Task statement —
Beginning with the line containing "for coefficient in" and ending with the last line of the records, set down every line exactly.

(Saved data entries)

+++

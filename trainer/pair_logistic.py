"""The logistic function in pairs of doubles, from IEEE operations alone, so that no library's last bit can show.

exp x = 2^k (exp(r / 2^m))^(2^m),  r = x − k ln 2,  the inner exponential by its Taylor series (Horner).
"""

from __future__ import annotations

from decimal import Context
from fractions import Fraction
from math import factorial

import numpy as np
from numpy.typing import NDArray

from trainer.exact_sums import Pairs, add_pairs, multiply_pairs, two_product

Array = NDArray[np.float64]

_LARGEST = 600.0  # exp of it squared stays finite where products are split; expit(−600) = 1e-261 joins no sum
_HALVINGS = 8
_DEGREE = 9  # |r| / 2^8 < 0.00136: the first term left out is below 6e-36


def _pair(number: Fraction) -> tuple[float, float]:
    high = float(number)
    return high, float(number - Fraction(high))


_LN2 = _pair(Fraction(Context(prec=60).ln(2)))
_COEFFICIENTS = tuple(_pair(Fraction(1, factorial(power))) for power in range(_DEGREE, -1, -1))


def exp_pairs(x: Pairs) -> Pairs:
    """exp x for |x| <= 600, relative error below 1e-28 (2^8 times some 10 u², u = 2^-53)."""
    k = np.rint(x.high / _LN2[0])
    high, low = two_product(k, np.full_like(k, -_LN2[0]))
    r = add_pairs(x, Pairs(high, low - k * _LN2[1]))
    r = Pairs(np.ldexp(r.high, -_HALVINGS), np.ldexp(r.low, -_HALVINGS))
    total = _constant(_COEFFICIENTS[0], k)
    for coefficient in _COEFFICIENTS[1:]:
        total = add_pairs(multiply_pairs(total, r), _constant(coefficient, k))
    for _ in range(_HALVINGS):
        total = multiply_pairs(total, total)
    exponent = k.astype(np.int64)
    return Pairs(np.ldexp(total.high, exponent), np.ldexp(total.low, exponent))


def logistic_pairs(t: Pairs) -> Pairs:
    """1 / (1 + exp(−t)), relative error below 1e-28; t beyond ±600 counts as ±600."""
    inside = np.abs(t.high) <= _LARGEST
    growth = exp_pairs(Pairs(np.clip(-t.high, -_LARGEST, _LARGEST), np.where(inside, -t.low, 0.0)))
    below = add_pairs(Pairs(np.ones_like(growth.high), np.zeros_like(growth.high)), growth)
    quotient = 1.0 / below.high
    product = two_product(quotient, below.high)
    rest = ((1.0 - product.high) - product.low) - quotient * below.low
    return Pairs(quotient, rest / below.high)


def _constant(pair: tuple[float, float], like: Array) -> Pairs:
    return Pairs(np.full_like(like, pair[0]), np.full_like(like, pair[1]))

+++

Answer area —
    for coefficient in _COEFFICIENTS[1:]:
        total = add_pairs(multiply_pairs(total, r), _constant(coefficient, k))
    for _ in range(_HALVINGS):
        total = multiply_pairs(total, total)
    exponent = k.astype(np.int64)
    return Pairs(np.ldexp(total.high, exponent), np.ldexp(total.low, exponent))


def logistic_pairs(t: Pairs) -> Pairs:
    """1 / (1 + exp(−t)), relative error below 1e-28; t beyond ±600 counts as ±600."""
    inside = np.abs(t.high) <= _LARGEST
    growth = exp_pairs(Pairs(np.clip(-t.high, -_LARGEST, _LARGEST), np.where(inside, -t.low, 0.0)))
    below = add_pairs(Pairs(np.ones_like(growth.high), np.zeros_like(growth.high)), growth)
    quotient = 1.0 / below.high
    product = two_product(quotient, below.high)
    rest = ((1.0 - product.high) - product.low) - quotient * below.low
    return Pairs(quotient, rest / below.high)


def _constant(pair: tuple[float, float], like: Array) -> Pairs:
    return Pairs(np.full_like(like, pair[0]), np.full_like(like, pair[1]))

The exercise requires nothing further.